#### [About this task]
Whenever a line contains the string "single", copy it out of the entries.

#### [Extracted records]

'''

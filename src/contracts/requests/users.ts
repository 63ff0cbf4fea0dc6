// What an admin sends to /api/users (the team), /api/audit and /api/outbox.
import { z } from 'zod';
import { ROLES } from '../enums';
import { emailSchema, paginationSchema } from './common';

const nameSchema = z.string({ message: 'is required' }).trim().min(1, 'is required').max(120, 'must be at most 120 characters');

const rolesSchema = z
  .array(z.enum(ROLES, { message: `must be one of ${ROLES.join(', ')}` }), { message: 'must be a list of roles' })
  .refine((roles) => new Set(roles).size === roles.length, 'must not repeat a role');

/** GET /api/users?page&pageSize&q */
export const listUsersQuerySchema = paginationSchema.extend({
  q: z.string({ message: 'must be a single search term' }).trim().max(100, 'must be at most 100 characters').optional(),
});
/** The Team list query as the client sends it (`q` matches name or e-mail). */
export type UserListQuery = z.input<typeof listUsersQuerySchema>;

/** POST /api/users (invite) */
export const createUserSchema = z.strictObject({ email: emailSchema, name: nameSchema, roles: rolesSchema });
/** Fields of an invitation. */
export type InviteUserBody = z.input<typeof createUserSchema>;

/** PATCH /api/users/:id — at least one field. */
export const updateUserSchema = z
  .strictObject({
    name: nameSchema.optional(),
    roles: rolesSchema.optional(),
    disabled: z.boolean({ message: 'must be true or false' }).optional(),
  })
  .refine((v) => v.name !== undefined || v.roles !== undefined || v.disabled !== undefined, 'give at least one of name, roles, disabled');
/** Fields an admin may change on a user. */
export type UpdateUserBody = z.input<typeof updateUserSchema>;

/** GET /api/audit?page&pageSize&entity&entityId */
export const listAuditQuerySchema = paginationSchema.extend({
  entity: z.string().trim().min(1).max(64).optional(),
  entityId: z.coerce.number({ message: 'must be a number' }).int().positive().optional(),
});

/** GET /api/outbox?page&pageSize&to */
export const listOutboxQuerySchema = paginationSchema.extend({ to: z.string().trim().max(254).optional() });
/** The Outbox list query as the client sends it. */
export type OutboxListQuery = z.input<typeof listOutboxQuerySchema>;
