// Request schemas (zod, pure): the server validates with them, the client types what it sends with z.input/z.infer of them.
export * from './common';
export * from './designs';
export * from './revisions';
export * from './sheets';
export * from './users';
export * from './parts';
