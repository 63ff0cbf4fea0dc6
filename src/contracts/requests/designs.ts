// What the client sends to /api/designs: the zod schemas the server validates with, and the types both sides use.
import { z } from 'zod';
import { MECHANISMS, safeParseDesign, type DesignInput, type DesignInputRaw } from '@/engine';
import { DESIGN_STATUSES } from '../enums';
import { idSchema, listOf, paginationSchema } from './common';

/**
 * A design document (src/engine/README.md), validated by the engine's own schema so the API answers with exactly the
 * messages the Design desk form shows. Issues keep the engine's dotted paths ("belt.pitchMm"); when the document
 * sits under a key of the body (`inputs`, `design`) zod prefixes that key ("inputs.belt.pitchMm").
 * The output is the normalised document with every default filled in.
 */
export const designDocumentSchema = z.unknown().transform((value, ctx): DesignInput => {
  const parsed = safeParseDesign(value);
  if (parsed.ok) return parsed.value;
  for (const issue of parsed.issues) {
    ctx.addIssue({
      code: 'custom',
      message: issue.message,
      path: issue.path ? issue.path.split('.').map((p) => (/^\d+$/.test(p) ? Number(p) : p)) : [],
    });
  }
  return z.NEVER;
});

const designNameSchema = z
  .string({ message: 'must be text' })
  .trim()
  .min(1, 'must not be empty')
  .max(200, 'must be at most 200 characters');

/** POST /api/designs {template, name?}: a new draft from a mechanism template. */
export const createFromTemplateSchema = z.strictObject({
  template: z.enum(MECHANISMS, { message: `must be one of ${MECHANISMS.join(', ')}` }),
  name: designNameSchema.optional(),
});

/** POST /api/designs {copyOf, name?}: a new draft copied from another design. */
export const createCopySchema = z.strictObject({
  copyOf: z.union([z.number().int().positive(), idSchema], { message: 'must be the id of a design' }),
  name: designNameSchema.optional(),
});

/** The three ways to create a design, after validation (what the server's service receives). */
export type CreateDesignRequest =
  | { mode: 'document'; document: DesignInput }
  | { mode: 'template'; template: (typeof MECHANISMS)[number]; name?: string }
  | { mode: 'copy'; copyOf: number; name?: string };

/** What the client sends to create a design: a whole document (also how import works), a template, or a copy. */
export type CreateDesignBody = DesignInputRaw | z.input<typeof createFromTemplateSchema> | z.input<typeof createCopySchema>;

/**
 * POST /api/designs body: a design document (also how import works), `{template, name?}`, or `{copyOf, name?}`.
 * The presence of `template` or `copyOf` chooses the form; anything else is read as a document.
 */
export const createDesignSchema = z.unknown().transform((body, ctx): CreateDesignRequest => {
  const isObject = typeof body === 'object' && body !== null && !Array.isArray(body);
  if (!isObject) {
    ctx.addIssue({ code: 'custom', message: 'must be a JSON object: a design document, {template, name} or {copyOf, name}', path: [] });
    return z.NEVER;
  }
  const schema = 'template' in body ? createFromTemplateSchema : 'copyOf' in body ? createCopySchema : null;
  const result = schema ? schema.safeParse(body) : designDocumentSchema.safeParse(body);
  if (!result.success) {
    for (const issue of result.error.issues) {
      if (issue.code === 'unrecognized_keys') {
        for (const key of issue.keys) ctx.addIssue({ code: 'custom', message: 'is not a known field', path: [...issue.path, key] });
      } else {
        ctx.addIssue({ code: 'custom', message: issue.message, path: issue.path });
      }
    }
    return z.NEVER;
  }
  if ('template' in body) return { mode: 'template', ...(result.data as z.output<typeof createFromTemplateSchema>) };
  if ('copyOf' in body) {
    const data = result.data as z.output<typeof createCopySchema>;
    return { mode: 'copy', copyOf: Number(data.copyOf), name: data.name };
  }
  return { mode: 'document', document: result.data as DesignInput };
});

/** PATCH /api/designs/:id {inputs?, name?, version}: `version` is the one the client last read (optimistic lock). */
export const updateDesignSchema = z
  .strictObject({
    inputs: designDocumentSchema.optional(),
    name: designNameSchema.optional(),
    version: z.number({ message: 'is required: the version you last read' }).int('must be a whole number').min(1, 'must be 1 or more'),
  })
  .refine((v) => v.inputs !== undefined || v.name !== undefined, {
    message: 'give inputs or name to change',
    when: (payload) => payload.issues.length === 0,
  });

/** What the client sends to save a design: the inputs as edited and/or the name, with the version it last read. */
export type UpdateDesignBody = Omit<z.input<typeof updateDesignSchema>, 'inputs'> & { inputs?: DesignInputRaw };
/** A validated save (inputs normalised, defaults filled in). */
export type UpdateDesignRequest = z.output<typeof updateDesignSchema>;

/** Sortable columns of the Designs list; a leading "-" sorts descending. */
export const DESIGN_SORT_KEYS = ['name', 'updatedAt', 'status', 'mechanism', 'owner', 'createdAt'] as const;
export type DesignSortKey = (typeof DESIGN_SORT_KEYS)[number];
/** A sort value of the list: a key, or "-key" for descending (e.g. "-updatedAt"). */
export type DesignSort = DesignSortKey | `-${DesignSortKey}`;
const SORT_VALUES = DESIGN_SORT_KEYS.flatMap((key): DesignSort[] => [key, `-${key}`]) as [DesignSort, ...DesignSort[]];

/** GET /api/designs?page&pageSize&sort&q&status&mechanism&owner */
export const listDesignsQuerySchema = paginationSchema.extend({
  sort: z.enum(SORT_VALUES, { message: `must be one of ${DESIGN_SORT_KEYS.join(', ')} (prefix - for descending)` }).default('-updatedAt'),
  q: z.string({ message: 'must be a single search term' }).trim().max(200, 'must be at most 200 characters').optional(),
  status: listOf(DESIGN_STATUSES).optional(),
  mechanism: listOf(MECHANISMS).optional(),
  owner: z.union([z.literal('me'), idSchema], { message: 'must be "me" or a user id' }).optional(),
});

/** The Designs list query as the client sends it (`status` and `mechanism` take one value or a comma-separated list). */
export type DesignListQuery = z.input<typeof listDesignsQuerySchema>;
/** The Designs list query once validated (lists split, defaults filled in). */
export type DesignListRequest = z.output<typeof listDesignsQuerySchema>;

'''

#### [Solution to this task]
  q: z.string({ message: 'must be a single search term' }).trim().max(100, 'must be at most 100 characters').optional(),
  q: z.string({ message: 'must be a single search term' }).trim().max(200, 'must be at most 200 characters').optional(),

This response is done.